Recipients of the award include Jay Kawarsky, professor of music theory and composition and chair of the musical theatre program at Westminster Choir College of Rider University; Paul Bro, professor of music at Indiana State University; Alan Greiner, director of the Iowa State High School Music Association; and Wayne Bailey, director of the School of Music and professor of music at Arizona State University.

“These people will be receiving their awards at a special dinner on Friday evening, but this is a way to thank them publicly and at a concert and allowing them to do what’s helped get them the award,” says Michael Golemo, music department chair and conductor of the wind ensemble.

The concert will include five pieces. Bailey and Greiner are guest conductors for the concert and each of them will conduct the wind ensemble on one of the pieces.

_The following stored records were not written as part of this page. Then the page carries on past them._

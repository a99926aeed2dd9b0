package minimize

import (
	"context"
	"errors"
	"fmt"
	"math"
	"slices"
	"time"

	"github.com/tenter-go/tenter/field"
	"github.com/tenter-go/tenter/internal/nested"
)

// continuation is a branch being followed.
type continuation struct {
	family Family
	set    ContinuationSettings
	start  *field.History // gives the values at ends without an equation
	first  *equations     // the member at the first parameter
	member *equations     // the last one asked for
	at     float64        // its parameter

	hess   *hessian
	border *edged // with one border
	plain  *edged // without, made when it is needed
	grid   *nested.Pattern

	floor  float64 // the largest tolerance so far: on a branch of zeros all terms vanish
	branch *Branch
	rep    BranchReport
	last   float64
	began  time.Time
}

// A curvePoint is a Point with what the steps need.
type curvePoint struct {
	Point
	x         []float64
	tangent   []float64 // of unit length together with slope, which is dp/ds
	slope     float64
	sign      int // of the determinant of the bordered matrix
	tolerance float64
}

func newContinuation(family Family, p float64, start *field.History, set *ContinuationSettings) (*continuation, error) {
	if family == nil {
		return nil, errors.New("minimize: continuation of no family; want a function of the parameter")
	}
	s, err := set.with()
	if err != nil {
		return nil, err
	}
	if !(p >= s.Low && p <= s.High) {
		return nil, fmt.Errorf("minimize: continuation from the parameter %v; want one from %g to %g", p, s.Low, s.High)
	}
	c := &continuation{family: family, set: s, start: start, began: time.Now(), branch: new(Branch), last: p}
	if c.first, err = c.problem(p); err != nil {
		return nil, err
	}
	c.member, c.at = c.first, p
	if along := s.Along; along != nil && (along.Check() != nil || !along.SameShape(c.first.h)) {
		return nil, errors.New("minimize: direction of a continuation does not have the shape of the start history or is not finite")
	}
	c.first.second = c.first.f.SecondVariationMatrix(nil, c.first.h)
	c.hess = newHessian(c.first.second, c.first.free, c.first.grid())
	c.grid = c.hess.pattern
	if _, err := c.first.symbolic(c.grid, "want a smaller block or higher limits in the settings"); err != nil {
		return nil, err
	}
	c.border, err = newEdged(c.grid, 1)
	c.rep.Unknowns = c.first.free.N
	return c, err
}

// problem returns the member of the family at p.
func (c *continuation) problem(p float64) (*equations, error) {
	f, held, err := c.family(p)
	if err != nil {
		return nil, fmt.Errorf("minimize: family at %g: %w", p, err)
	}
	return newEquations(problemContinuation, f, held, c.start, &Settings{Tolerance: c.set.Tolerance, Memory: c.set.Memory, Work: c.set.Work})
}

// goTo makes the member at p the current one. It must have the unknowns of the first.
func (c *continuation) goTo(p float64) (*equations, error) {
	if p == c.at {
		return c.member, nil
	}
	q, err := c.problem(p)
	if err != nil {
		return nil, err
	}
	if !sameBlock(q.f.Block(), c.first.f.Block()) || !slices.Equal(q.leads, c.first.leads) || q.free.Fixed() != c.first.free.Fixed() {
		return nil, fmt.Errorf("minimize: family at %g has %d unknowns on %d × %d events; want those of the start, %d on %d × %d", p,
			q.free.N, q.f.Block().Slices(), q.f.Block().Sites(), c.first.free.N, c.first.f.Block().Slices(), c.first.f.Block().Sites())
	}
	q.slope, q.second = c.member.slope, c.member.second
	c.member, c.at = q, p
	return q, nil
}

// size returns the length of arc of a change.
func (c *continuation) size(x []float64, p float64) float64 {
	s := length(x)
	return math.Sqrt(s*s/float64(len(x)) + p*p/(c.set.Scale*c.set.Scale))
}

// forward returns the direction of the parameter.
func (c *continuation) forward() *curvePoint {
	s := c.set.Scale
	if c.set.Backward {
		s = -s
	}
	return &curvePoint{tangent: make([]float64, c.first.free.N), slope: s}
}

// derivative writes ∂(∂S/∂x)/∂p at x and p to dst.
func (c *continuation) derivative(dst, x []float64, p float64) error {
	if c.set.Derivative != nil {
		q, err := c.goTo(p)
		if err != nil {
			return err
		}
		q.free.Scatter(q.trial, x)
		by := field.NewHistory(q.trial.Block, q.trial.Components)
		c.set.Derivative(by, q.trial, p)
		q.free.Reduce(dst, by)
		return nil
	}
	e := 1e-5 * max(math.Abs(p), c.set.Scale)
	above, below := p+e, p-e
	q, err := c.goTo(above)
	if err != nil {
		return err
	}
	q.gradient(dst, x)
	if q, err = c.goTo(below); err != nil {
		return err
	}
	g := make([]float64, len(x))
	q.gradient(g, x)
	for k, v := range g {
		dst[k] = (dst[k] - v) / (above - below)
	}
	return nil
}

// look evaluates the equations at a point: its gradient, the second variation
// and what the gradient is compared with. The matrix stands in hess.
func (c *continuation) look(x []float64, p float64) (*curvePoint, error) {
	q, err := c.goTo(p)
	if err != nil {
		return nil, err
	}
	g := make([]float64, len(x))
	q.gradient(g, x)
	q.second = q.f.SecondVariationMatrix(q.second, q.trial)
	c.hess.assemble(q.second)
	pt := &curvePoint{x: x}
	pt.Parameter, pt.Gradient = p, q.size(g)
	c.floor = max(c.floor, q.tolerance())
	pt.tolerance = c.floor
	if math.IsNaN(pt.Gradient.Max) || math.IsInf(pt.Gradient.Max, 0) {
		return nil, fmt.Errorf("gradient is %v at %v and parameter %g", pt.Gradient.Max, pt.Gradient.At, p)
	}
	pt.History = q.trial.Clone()
	pt.History.Block = q.f.Block()
	pt.Action = q.f.Value(q.trial)
	return pt, nil
}

const mostNewton = 12

// correct solves ∂S/∂x = 0 and ⟨t, (x, p) − (x₀, p₀)⟩ = 0 by Newton's method from
// (x₀, p₀), t being the tangent of the point from, and completes the point found.
func (c *continuation) correct(ctx context.Context, x []float64, p float64, from *curvePoint) (*curvePoint, error) {
	n := len(x)
	x0, p0 := slices.Clone(x), p
	x = slices.Clone(x)
	g, by := make([]float64, n), make([]float64, n)
	row, corner := make([]float64, n), [][]float64{{from.slope / (c.set.Scale * c.set.Scale)}}
	for k, v := range from.tangent {
		row[k] = v / float64(n)
	}
	previous := math.Inf(1)
	polished := false
	for step := 0; ; step++ {
		if ctx.Err() != nil {
			return nil, context.Cause(ctx)
		}
		pt, err := c.look(x, p)
		if err != nil {
			return nil, err
		}
		solved := pt.Gradient.Max <= pt.tolerance
		if solved && (polished || pt.Gradient.Max == 0) || solved && step == 0 {
			pt.Newton = step
			return pt, c.complete(pt, from, row, corner)
		}
		if step == mostNewton || !solved && step > 3 && !(pt.Gradient.Max < previous) {
			return nil, fmt.Errorf("gradient of %.3g at %v is left after %d Newton steps", pt.Gradient.Max, pt.Gradient.At, step)
		}
		polished = solved // one more step makes the point exact to rounding
		previous = pt.Gradient.Max
		c.member.gradient(g, x)
		if err := c.derivative(by, x, p); err != nil {
			return nil, err
		}
		if err := c.factor(by, row, corner); err != nil {
			return nil, err
		}
		rest := corner[0][0] * (p0 - p)
		for k, v := range row {
			rest += v * (x0[k] - x[k])
			g[k] = -g[k]
		}
		dp := []float64{rest}
		c.border.Solve(g, dp, g, dp)
		for k, d := range g {
			x[k] += d
		}
		p += dp[0]
		c.rep.Newton++
		if math.IsNaN(p) {
			return nil, errors.New("parameter of a Newton step is not a number")
		}
	}
}

func (c *continuation) factor(by, row []float64, corner [][]float64) error {
	c.rep.Factorisations++
	return c.member.where(c.border.Factor(c.hess.values, [][]float64{by}, [][]float64{row}, corner))
}

// complete finds tangent, index and determinant at a point whose second
// variation stands in hess.
func (c *continuation) complete(pt, from *curvePoint, row []float64, corner [][]float64) error {
	n := len(pt.x)
	by := make([]float64, n)
	if err := c.derivative(by, pt.x, pt.Parameter); err != nil {
		return err
	}
	if err := c.factor(by, row, corner); err != nil {
		return err
	}
	pt.tangent = make([]float64, n)
	dp := []float64{1}
	c.border.Solve(pt.tangent, dp, pt.tangent, dp)
	size := c.size(pt.tangent, dp[0])
	if !(size > 0) || math.IsInf(size, 0) {
		return fmt.Errorf("tangent of length %v", size)
	}
	for k := range pt.tangent {
		pt.tangent[k] /= size
	}
	pt.slope = dp[0] / size
	pt.Slope = pt.slope
	pt.Index, pt.Known = c.border.Negative()
	pt.sign = c.border.Sign()
	return nil
}

// settle solves ∂S/∂x = 0 at constant parameter and orients the tangent by that
// of the point from.
func (c *continuation) settle(ctx context.Context, x []float64, p float64, from *curvePoint) (*curvePoint, error) {
	fixed := c.forward()
	pt, err := c.correct(ctx, x, p, fixed)
	if err != nil {
		return nil, err
	}
	// The parameter has moved by rounding at most.
	pt.Parameter = p
	dot := pt.slope * from.slope / (c.set.Scale * c.set.Scale)
	for k, v := range pt.tangent {
		dot += v * from.tangent[k] / float64(len(x))
	}
	if dot < 0 {
		for k := range pt.tangent {
			pt.tangent[k] = -pt.tangent[k]
		}
		pt.slope, pt.Slope, pt.sign = -pt.slope, -pt.Slope, -pt.sign
	}
	return pt, nil
}

// along returns the point that lies so far along the tangent of a.
func (a *curvePoint) along(step float64) (x []float64, p float64) {
	x = slices.Clone(a.x)
	for k, v := range a.tangent {
		x[k] += step * v
	}
	return x, a.Parameter + step*a.slope
}

// advance takes one step from a and refuses it if the branch turns by more than
// half a radian or if it meets more than one fold or branch point.
func (c *continuation) advance(ctx context.Context, a *curvePoint, step float64) (*curvePoint, error) {
	x, p := a.along(step)
	b, err := c.correct(ctx, x, p, a)
	if err != nil {
		return nil, err
	}
	b.Arc = a.Arc + step
	dot := a.slope * b.slope / (c.set.Scale * c.set.Scale)
	for k, v := range a.tangent {
		dot += v * b.tangent[k] / float64(len(x))
	}
	if dot < math.Cos(0.5) {
		return nil, errFar
	}
	if fold, branching := c.passed(a, b); fold && branching {
		return nil, errors.New("a fold and a branch point within one step")
	}
	return b, nil
}
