package minimize

import (
	"context"
	"fmt"
	"io"
	"math"

	"github.com/tenter-go/tenter/action"
	"github.com/tenter-go/tenter/constraint"
	"github.com/tenter-go/tenter/field"
	"github.com/tenter-go/tenter/lattice"
)

// RelaxSettings of Relax and RelaxResidual. The zero value works; so does a nil
// pointer.
type RelaxSettings struct {
	// Implicit takes steps with an exact factorisation, which may be long,
	// instead of explicit ones, which are limited but cost little.
	Implicit bool

	// Friction is γ of the flow φ_ττ + γφ_τ = −G, which starts at rest. 0 means
	// the gradient flow φ_τ = −G.
	Friction float64

	// Step is Δτ. 0 means 0.9 of the safe limit of an explicit step, and a
	// hundred times that if Implicit.
	Step float64

	Until float64 // τ at which the flow ends; the last step is shortened to meet it. 0 means no end.
	Steps int     // limit of the number of steps. 0 means 100000.

	// Tolerance ends the flow: the largest |G|, with friction of |γφ_τ| as well,
	// for an action; the largest |residual| for the squared residual. 0 means
	// 1e-10 of the largest term of the equation that the flow has met. Flatness, ResidualScale and
	// Lifted are those of Settings, for the squared residual.
	Tolerance, Flatness, ResidualScale float64
	Lifted                             []lattice.Event

	Memory, Work float64 // limits of the factorisation, as in Settings

	// Every counts the steps from one recorded frame to the next; the start and
	// the end are frames, too. 0 means 100. Keep keeps the frames in the outcome,
	// with histories of their own; Watch sees them, and must neither change nor
	// keep the history. Progress gets a line for each.
	Every    int
	Keep     bool
	Watch    func(Frame)
	Progress io.Writer
}

// A Frame is the history at one relaxation time.
type Frame struct {
	Step    int
	Tau     float64
	Cost    float64 // the action or the cost of the residual
	Max     float64 // the largest |G|
	History *field.History
}

// String returns the frame in one line.
func (f Frame) String() string {
	return fmt.Sprintf("step %6d: τ %.6g, cost %.10g, gradient %.3g", f.Step, f.Tau, f.Cost, f.Max)
}

// Relaxed is the outcome of a flow.
type Relaxed struct {
	*Found
	Tau    float64 // where it ended
	Step   float64 // Δτ
	Limit  float64 // above which an explicit step is refused; 0 for implicit ones
	Frames []Frame // if they were to be kept
}

const (
	problemRelax         = "relaxation"
	problemRelaxResidual = "relaxation of the residual"
)

// Relax lets a history flow downhill on a Euclidean action S in a relaxation time
// τ beside the times of the block,
//
//	φ_τ = −G  or  φ_ττ + γφ_τ = −G,  G = (1/hk)∂S/∂φ,
//
// at every free value. Soft conditions add their cost to S, hard linear ones keep
// the flow in their plane, and bounds stop what runs against them, as a membrane
// that comes to lie on an obstacle. That is the heat flow of an elliptic
// problem, and its minima are the histories at rest. Minimum finds them faster;
// a flow shows the way. G of an event at a free end, whose share of a cell is
// half, counts half.
//
// Explicit steps are those of Euler, φ ← φ − ΔτG, and with friction those of
// leapfrog. They are stable for ΔτΛ < 2 and Δτ√Λ < 2, Λ being the largest
// eigenvalue of ∂G/∂φ. A step above the limit by an estimate that Λ is not below, at
// the start, is refused with an *Unstable; the default step is safe by a bound
// that Λ is not above. Each explicit step moves the front of a disturbance by one
// link, of the longest that there are. Implicit steps are linearly implicit Euler steps,
//
//	(∂G/∂φ + 1/Δτ)δ = −G  or  (∂G/∂φ + γ/Δτ + 1/Δτ²)δ = −G + φ_τ/Δτ,
//
// of order 1, stable where the matrix is positive definite, which long steps on a
// hilltop are not: the status is Singular then. [Hairer & Wanner 2010, Solving
// Ordinary Differential Equations II, chapter IV.7]
//
// The flow ends when G is within the tolerance, with status Converged, or at
// Until, with status Stopped and no error. Other ends are a *NotConverged: the
// limit of steps, the context, an action that rises because the curvature has
// outgrown an explicit step, or is not finite. The push of a reaction is −∂S/∂φ(E).
func Relax(ctx context.Context, f Functional, held *constraint.Set, start *field.History, set *RelaxSettings) (*Relaxed, error) {
	if f = given(f); f != nil {
		if err := conservative(problemRelax, f); err != nil {
			return nil, err
		}
		if err := refuseLorentzian(problemRelax, f); err != nil {
			return nil, err
		}
	}
	c, err := set.with()
	if err != nil {
		return nil, err
	}
	m, err := newMinimum(problemRelax, f, held, start, c.settings())
	if err != nil {
		return nil, err
	}
	return relax(ctx, newActionDescent(m), c)
}

// RelaxResidual is Relax for the cost C = Σ hk r²/2q² of LeastResidual,
//
//	φ_τ = −G  or  φ_ττ + γφ_τ = −G,  G = (1/hk)∂C/∂φ = Jᵀr/q²,
//
// which has a way downhill for Lorentzian densities, losses and drives. Its
// implicit steps solve (JᵀJ/q² + 1/Δτ)δ = −G: those of Levenberg and Marquardt with
// the damping 1/Δτ, which is always definite. JᵀJ couples events two links apart, so
// that a front moves two links in each explicit step. The flow ends as
// LeastResidual does: at a small residual, or where the cost is flat. The push of a
// reaction is the multiplier ∂C/∂φ(E).
func RelaxResidual(ctx context.Context, s *action.Discrete, held *constraint.Set, start *field.History, set *RelaxSettings) (*Relaxed, error) {
	c, err := set.with()
	if err != nil {
		return nil, err
	}
	p, err := newProblem(problemRelaxResidual, given(s), held, start, c.settings())
	if err != nil {
		return nil, err
	}
	if p.bounds != nil {
		return nil, &Refusal{Problem: problemRelaxResidual, Why: "bounds; they belong to the flow of an action"}
	}
	p.unit = p.hk / (p.set.ResidualScale * p.set.ResidualScale)
	d, err := newResidualDescent(p, s)
	if err != nil {
		return nil, err
	}
	return relax(ctx, d, c)
}

// with returns the settings with their defaults, or an error.
func (s *RelaxSettings) with() (RelaxSettings, error) {
	var c RelaxSettings
	if s != nil {
		c = *s
	}
	for _, v := range []struct {
		name  string
		value float64
	}{{"friction", c.Friction}, {"step", c.Step}, {"end", c.Until}} {
		if !(v.value >= 0) || math.IsInf(v.value, 0) {
			return c, fmt.Errorf("minimize: %s %v of a relaxation; want a finite number ≥ 0 (0 for the default)", v.name, v.value)
		}
	}
	if c.Steps < 0 || c.Every < 0 {
		return c, fmt.Errorf("minimize: %d steps of a relaxation, a frame every %d; want numbers ≥ 0 (0 for the default)", c.Steps, c.Every)
	}
	if c.Steps == 0 {
		c.Steps = 100000
	}
	if c.Every == 0 {
		c.Every = 100
	}
	return c, nil
}

// settings returns those that a problem knows.
func (s *RelaxSettings) settings() *Settings {
	return &Settings{
		Tolerance: s.Tolerance, Flatness: s.Flatness, ResidualScale: s.ResidualScale, Lifted: s.Lifted,
		Memory: s.Memory, Work: s.Work,
	}
}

The highlight of the concert will be the premiere of a composition by Kawarsky called “Fastidious Notes.” The fourth alumnus will also be a part of this premiere. Bro will be the soloist for this saxophone concerto.

Golemo says he agreed to play this work before it had even been written.

“I spoke with some members of the faculty who had had him as a student years ago, and they assured me he would write something wonderful,” Golemo says.

“It is a short piece, only 10 minutes long, with alto saxophone, wind instruments and a lot of percussion,” Kawarsky says. “It’s a flashy, show-off piece for Dr. Bro.”

Kawarsky isn’t the only one excited to see the piece performed. The students in the wind ensemble are excited as well.

“It is quite catchy at parts and almost a little bouncy,” says Kristina Boysen, graduate in computer science and member of the wind ensemble. “It’s a semi-modern piece. It slows down and speeds up. It’s very different like that.”

Golemo says the piece requires some nontraditional instruments for the wind ensemble including a string bass and harp and also an unusual instrumentation.

“The accompaniment is not for the traditional full symphonic band,” Golemo says. “It’s really more of a large chamber group so it’s a different size for us, and that’s one of the neat things about the wind ensemble. Fairly often we will go with a unique instrumentation to satisfy what the composer intended as opposed to having the same people play all the time.”

“I’m very excited about it,” Kawarsky says. “When you create a work and finish writing the last page, it’s like giving birth to it.”